Chade had picked up my teapot and was weighing it thoughtfully in his hand. “Thick. Could you make a song that let people remember? Not one that forced people to remember, but one that told them they could remember if they wanted to.”
“Don’t do it yet!” I intervened. “Think about it, and tell us if you think it can be done. But maybe we shouldn’t do that, either.”
“Do you think we have enough elfbark to make tea for all of Withywoods? Even if a courier brings my supply also? Fitz, with every minute, every hour, Bee and Shun may be in greater danger. At the very least, they are moving away from us. At worst, well, I refuse to consider the worst. But we need to know what happened after Lant was knocked unconscious. We both know that their tracks are totally obscured by now, with all the snow and wind we’ve had. And if the raiders can make Withywoods folk forget what happened here, can they make folk forget they’ve seen them passing?

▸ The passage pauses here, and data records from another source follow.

// While an agent runs it is asked, for the newest figure and for the past; afterwards the
// file tells the same of the past.
func TestExplainWhileTheDemoRuns(t *testing.T) {
	data := t.TempDir()
	ctx, cancel := context.WithCancel(t.Context())
	defer cancel()
	var out, errs heard
	ended := make(chan int, 1)
	go func() {
		ended <- run(ctx, []string{"demo", "--data", data, "--listen", "127.0.0.1:0", "--speed", "600"}, &out, &errs)
	}()
	newest := awaitExplanation(t, ended, "explain", "hot-water", "--data", data)
	if followed(t, newest) < 15 {
		t.Errorf("of the running demo:\n%s", newest)
	}
	var w working.Working
	_, text, _ := invoke("explain", "hot-water", "--data", data, "--json")
	if err := json.Unmarshal([]byte(text), &w); err != nil {
		t.Fatal(err)
	}
	past := []string{"explain", "hot-water", "--data", data, "--at", w.At.Format(time.RFC3339)}
	before := awaitExplanation(t, ended, past...) // once it is committed
	if followed(t, before) < 15 {
		t.Errorf("the past while the demo runs:\n%s", before)
	}
	if status, _, said := invoke("explain", "hot-watre", "--data", data); status != exitWrong || !strings.Contains(said, `did you mean "hot-water"?`) {
		t.Errorf("a wrong load: status %d, %s", status, said)
	}
	cancel()
	if status := <-ended; status != exitGood {
		t.Fatalf("demo: status %d, %s%s", status, &out, &errs)
	}
	if status, after, said := invoke(past...); status != exitGood || after != before {
		t.Errorf("after the end: status %d, %s\n%s\nwas\n%s", status, said, after, before)
	}
}

// awaitExplanation asks until the hot water has a duty.
func awaitExplanation(t *testing.T, ended <-chan int, args ...string) string {
	t.Helper()
	ticker, deadline := time.NewTicker(100*time.Millisecond), time.After(60*time.Second)
	defer ticker.Stop()
	for {
		select {
		case status := <-ended:
			t.Fatalf("the demo has ended with status %d", status)
		case <-deadline:
			_, text, errs := invoke(args...)
			t.Fatalf("no explanation within 60 s: %s%s", text, errs)
		case <-ticker.C:
			if status, text, _ := invoke(args...); status == exitGood && strings.Contains(text, "hot-water serves") {
				return text
			}
		}
	}
}

// hear adds a reading of a tag a second after the end, and lets ten seconds go by.
func (p *played) hear(t *testing.T, tag string, value float64, m quality.Mark) {
	t.Helper()
	db, err := store.Open(filepath.Join(p.data, agent.HistoryFile), store.Options{})
	if err != nil {
		t.Fatal(err)
	}
	defer db.Close()
	ids, err := db.Names("tag")
	if err != nil {
		t.Fatal(err)
	}
	r := store.Reading{Tag: ids[tag], At: p.to.Add(time.Second).UnixNano(), Value: value, Mark: uint8(m), Stamped: true}
	if err := db.Commit(store.Batch{Beats: []store.Beat{{Through: p.to.Add(10 * time.Second).UnixNano(), Readings: []store.Reading{r}}}}); err != nil {
		t.Fatal(err)
	}
}

// What the source has no number for has none in the working either, as text and as JSON.
func TestExplainABadReading(t *testing.T) {
	p := play(t, "brackwater-creamery.yaml", nil)
	p.hear(t, "FT-201", math.NaN(), quality.NoValue)
	out := strings.Join(strings.Fields(explain(t, "hot-water", "--data", p.data)), " ")
	for _, want := range []string{
		`No duty bad reading: tag "FT-201" is bad: no-value flow: tag "FT-201" had no number at 2026-12-01 10:15:01 +00:00; tag "FT-201" is bad: no-value`,
		"V' flow, without a number: from FT-201 at 10:15:01.000, 8 s old, bad (no-value), not used: bad reading",
		"hot-water has no duty: bad reading. It is blind.",
	} {
		if !strings.Contains(out, want) {
			t.Errorf("it does not say %q:\n%s", want, out)
		}
	}
	var w working.Working
	if text := explain(t, "hot-water", "--data", p.data, "--json"); json.Unmarshal([]byte(text), &w) != nil || w.Fault != "bad reading" || w.Sections[1].Lines[0].Reading.Reason != "no-value" {
		t.Errorf("as JSON: %s", text)
	}
}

As we’ve had no news of strangers in this part of Buck, I consider that likely. So our only hope is to find out who they were and what their plans were. They came a long way and apparently made very elaborate plans to get something. What?”
“Who,” Lant corrected him. “They wanted a pale boy.”
“The Unexpected Son,” I said quietly. “From the White Prophecies. Chade, the Fool told me that was why he was tortured. The Servants are looking for the next White Prophet, and they thought the Fool would know where to find him.”